*** Opening of DATA FOR REVIEW ***

def metrics_from_outputs(out: np.ndarray, M: np.ndarray, controller: Controller, steps_speed, steps_yaw) -> dict:
    """Named metrics from the kernel's output table (the recorders' view of a run)."""
    from robust import engine as E

    o = {k: out[:, i] for k, i in E.O.items()}
    fell = o["fell"] > 0
    total = M[:, E.M_STEPS] * _evaluations_per_step(controller)
    both = lambda a, b: np.stack([o[a], o[b]], axis=-1)  # noqa: E731
    at_current = both("at_current_l", "at_current_r")
    metrics = {
        "peak_torque_n_m": both("peak_torque_l", "peak_torque_r"),
        "peak_command_n_m": both("peak_command_l", "peak_command_r"),
        "peak_current_a": both("peak_current_l", "peak_current_r"),
        "current_limit_fraction": at_current / total[:, None],
        "voltage_limit_fraction": both("at_voltage_l", "at_voltage_r") / total[:, None],
        "peak_pitch_rad": o["peak_pitch"],
        "peak_pitch_rate_rad_s": o["peak_pitch_rate"],
        "reached_current_limit": at_current.max(axis=1) > 0,
    }
    for key, p, target, on in (
        ("speed", "sv", M[:, E.M_V], steps_speed),
        ("yaw_rate", "sw", M[:, E.M_W], steps_yaw),
    ):
        unit = "m_s" if key == "speed" else "rad_s"
        final_error = o[f"{p}_final_error"]
        settling = np.where(final_error > o[f"{p}_band"], np.inf, o[f"{p}_last_out"])
        metrics[f"{key}_settling_time_s"] = np.where(fell, np.inf, settling)
        metrics[f"{key}_final_error_{unit}"] = np.where(fell, np.inf, final_error)
        if on:
            t10, t90 = o[f"{p}_t10"], o[f"{p}_t90"]
            rise = np.where(np.isfinite(t90), t90 - np.where(np.isfinite(t10), t10, 0.0), np.inf)
            metrics[f"{key}_rise_time_s"] = np.where(fell, np.inf, rise)
            over = np.where(target != 0, o[f"{p}_extreme"] / np.abs(np.where(target != 0, target, 1.0)) - 1.0, 0.0)
            metrics[f"{key}_overshoot"] = np.where(fell, np.inf, np.maximum(over, 0.0))
    return metrics


def simulate(
    plant: Plant,
    K: np.ndarray,
    manoeuvre: Manoeuvre,
    controller: Controller,
    *,
    scale: np.ndarray | None = None,
    envelope: bool = False,
    trace: bool = False,
    stop_at_current_limit: bool = False,
    progress=None,
) -> SimResult:
    """Simulate ``n`` vehicles through one manoeuvre (one call of the compiled kernel).

    Parameters
    ----------
    plant
        Batch of ``n`` vehicles.
    K
        Gain ``(2, 4)``, or one per vehicle ``(n, 2, 4)``; ``u = -K (x - x_ref)`` plus trim when enabled.
    manoeuvre, controller
        What is commanded and how the controller runs.
    scale
        Per-sample amplitude factor ``(n,)`` (default 1): multiplies the
        manoeuvre's speed, yaw rate, push force and initial pitch.
    envelope, trace
        Record min / median / max across samples per controller step; record
        every step of every sample (use with small ``n`` only).
    stop_at_current_limit
        Stop integrating a sample once it reaches its current limit (marked in
        ``metrics["reached_current_limit"]``); used by the largest-step search.
    """
    from robust import engine as E

    n = plant.n
    scale = np.ones(n) if scale is None else np.broadcast_to(np.asarray(scale, dtype=float), (n,)).copy()
    T = controller.sample_period_s
    Ks = np.broadcast_to(np.asarray(K, dtype=float), (n, 2, 4))
    P = plant_columns(plant, controller)
    M = manoeuvre_columns(manoeuvre, controller, scale, stop=stop_at_current_limit, record=envelope or trace)
    steps = int(M[0, E.M_STEPS]) if n else 0
    out, rec = E.run_batch(
        P,
        Ks,
        M,
        sample_period_s=T,
        latency_s=controller.latency_s,
        substeps=controller.substeps,
        fall_angle_rad=controller.fall_angle_rad,
        record_steps=steps if (envelope or trace) else 0,
        progress=progress,
    )
    metrics = metrics_from_outputs(out, M, controller, manoeuvre.steps_speed, manoeuvre.steps_yaw_rate)
    fell = out[:, E.O["fell"]] > 0
    return SimResult(
        manoeuvre=manoeuvre.name,
        metrics=metrics,
        fell=fell,
        fall_time_s=out[:, E.O["fall_time"]],
        envelope=envelope_from_records(rec, T) if envelope and rec is not None else None,
        trace=trace_from_records(rec, T) if trace and rec is not None else None,
    )


def envelope_from_records(rec: np.ndarray, T: float) -> Envelope:
    """Min / median / max across runs per controller step (speed, yaw rate, pitch, wheel torques)."""
    rows = rec[:, :, [3, 4, 5, 9, 10]]  # (runs, steps, 5)
    return Envelope(
        t=np.arange(rec.shape[1]) * T,
        quantities=ENVELOPE_QUANTITIES,
        units=ENVELOPE_UNITS,
        low=rows.min(axis=0),
        median=np.median(rows, axis=0),
        high=rows.max(axis=0),
    )


def trace_from_records(rec: np.ndarray, T: float) -> Trace:
    """Every controller step of every recorded run."""
    return Trace(
        t=np.arange(rec.shape[1]) * T,
        state=rec[:, :, 0:7],
        command=rec[:, :, 7:9],
        torque=rec[:, :, 9:11],
        current=rec[:, :, 11:13],
        speed_ref=rec[:, :, 13],
        yaw_rate_ref=rec[:, :, 14],
        spin=rec[:, :, 15:17],
    )


STEP_CRITERIA = ("within_limits", "without_fall")


def largest_step(
    plant: Plant,
    K: np.ndarray,
    manoeuvre: Manoeuvre,
    controller: Controller,
    *,
    upper: float,
    criterion: str = "within_limits",
    lower: np.ndarray | None = None,
    rounds: int = 4,
    points_per_round: int = 7,
) -> dict[str, np.ndarray]:
    """Largest amplitude of a manoeuvre each model handles, by bracketing across the batch.

    With ``criterion="within_limits"`` a run is handled when the model does
    not fall and never reaches its current limit; with ``"without_fall"``
    when it does not fall (the current limit may be reached).  ``lower``
    (per model, as a fraction of the manoeuvre's amplitude) is a value known
    to be handled, e.g. the within-limits result when searching without a
    fall.  Each round simulates ``points_per_round`` amplitudes,
    evenly spaced inside every model's current bracket, for all models at
    once (one batch of ``n * points_per_round`` runs); the bracket shrinks to
    the interval below the first failing amplitude, so the bracket width
    after ``r`` rounds is ``upper / (points_per_round + 1)^r``.  If the
    outcome were not monotonic in the amplitude, the result is the
    conservative (smaller) one.

    The manoeuvre is scaled by a per-sample factor; ``upper`` bounds that
    factor (e.g. the drive's no-load speed over the manoeuvre's amplitude).

    Returns
    -------
    dict
        ``"handled"``: largest amplitude known to be handled ``(n,)``, in
        the manoeuvre's unit; ``"failed"``: smallest amplitude known to fail
        (``upper`` times the amplitude if none failed); ``"bounded"``: True
        where ``upper`` itself was handled; ``"fraction"``: ``handled`` as a
        fraction of the manoeuvre's amplitude.
    """
    if criterion not in STEP_CRITERIA:
        raise ValueError(f"criterion: expected one of {', '.join(STEP_CRITERIA)}, got {criterion!r}")
    n = plant.n
    P = plant_columns(plant, controller)
    M = manoeuvre_columns(manoeuvre, controller, np.ones(n), stop=criterion == "within_limits")
    Ks = np.broadcast_to(np.asarray(K, dtype=float), (n, 2, 4))
    lo, hi, top_ok = bracket_rows(
        P,
        Ks,
        M,
        controller,
        upper=np.full(n, float(upper)),
        lower=lower,
        rounds=rounds,
        points_per_round=points_per_round,
    )
    amp = {
        "speed_step": manoeuvre.speed_m_s,
        "speed_ramp": manoeuvre.speed_m_s,
        "speed_and_yaw_rate_step": manoeuvre.speed_m_s,
        "yaw_rate_step": manoeuvre.yaw_rate_rad_s,
        "push": manoeuvre.push_force_n,
        "tilted_start": manoeuvre.initial_pitch_rad,
    }[manoeuvre.kind]
    return {"handled": lo * amp, "failed": hi * amp, "bounded": top_ok, "fraction": lo}


def _scaled_rows(M: np.ndarray, scale: np.ndarray) -> np.ndarray:
    from robust import engine as E

    out = M.copy()
    for c in (E.M_V, E.M_W, E.M_PUSH_F, E.M_PITCH0):
        out[:, c] = M[:, c] * scale
    return out


def _handled(P, Ks, M, controller, scale, progress=None) -> np.ndarray:
    """True where the scaled run is handled (no fall; within limits where the row stops at the limit)."""
    from robust import engine as E

    out, _ = E.run_batch(
        P,
        Ks,
        _scaled_rows(M, scale),
        sample_period_s=controller.sample_period_s,
        latency_s=controller.latency_s,
        substeps=controller.substeps,
        fall_angle_rad=controller.fall_angle_rad,
        progress=progress,
    )
    fell = out[:, E.O["fell"]] > 0
    limit = np.maximum(out[:, E.O["at_current_l"]], out[:, E.O["at_current_r"]]) > 0
    return ~fell & ~(limit & (M[:, E.M_STOP] > 0))


def bracket_rows(
    P: np.ndarray,
    Ks: np.ndarray,
    M: np.ndarray,
    controller: Controller,
    *,
    upper: np.ndarray,
    lower: np.ndarray | None = None,
    rounds: int = 4,
    points_per_round: int = 7,
    progress=None,
    advance=None,
) -> tuple[np.ndarray, np.ndarray, np.ndarray]:
    """The largest-step bracketing on a flat set of rows (any mix of vehicles, gains and probes).

    Row ``i`` is the unit-amplitude probe ``M[i]`` (its ``M_STOP`` column set for the
    within-limits criterion) on vehicle ``P[i]`` with gain ``Ks[i]``; ``upper[i]``
    bounds its amplitude factor.  Every round is one kernel call over all rows
    times ``points_per_round`` amplitudes.  Returns ``(lo, hi, top_ok)`` as
    amplitude factors.

    Rows handled at their upper bound are not simulated again (their result is that bound).
    """
    n = P.shape[0]
    m = points_per_round
    upper = np.asarray(upper, dtype=float)
    lo = np.zeros(n) if lower is None else np.minimum(np.asarray(lower, dtype=float), upper)
    hi = upper.copy()
    top_ok = _handled(P, Ks, M, controller, hi, progress)
    if advance is not None:
        advance(1)
    frac = np.arange(1, m + 1) / (m + 1)
    a = np.flatnonzero(~top_ok)  # a row handled at its upper bound is done (lo = hi = upper)
    rep = np.repeat(a, m)
    Pr, Kr, Mr = P[rep], Ks[rep], M[rep]
    for _ in range(rounds):
        if a.size:
            amps = lo[a, None] + (hi[a] - lo[a])[:, None] * frac[None, :]
            ok = _handled(Pr, Kr, Mr, controller, amps.reshape(-1), progress).reshape(a.size, m)
            first_fail = np.where(~ok.all(axis=1), np.argmin(ok, axis=1), m)
            rows = np.arange(a.size)
            new_lo = np.where(first_fail > 0, amps[rows, np.maximum(first_fail - 1, 0)], lo[a])
            new_hi = np.where(first_fail < m, amps[rows, np.minimum(first_fail, m - 1)], hi[a])
            lo[a], hi[a] = new_lo, new_hi
        if advance is not None:
            advance(1)
    lo = np.where(top_ok, hi, lo)
    return lo, hi, top_ok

*** Close of DATA FOR REVIEW ***

__TASK DIRECTIONS__
Report each line in the entries where the string "advance" occurs.

__COMPLETED EXERCISE__
    advance=None,
    if advance is not None:
        advance(1)
        if advance is not None:
            advance(1)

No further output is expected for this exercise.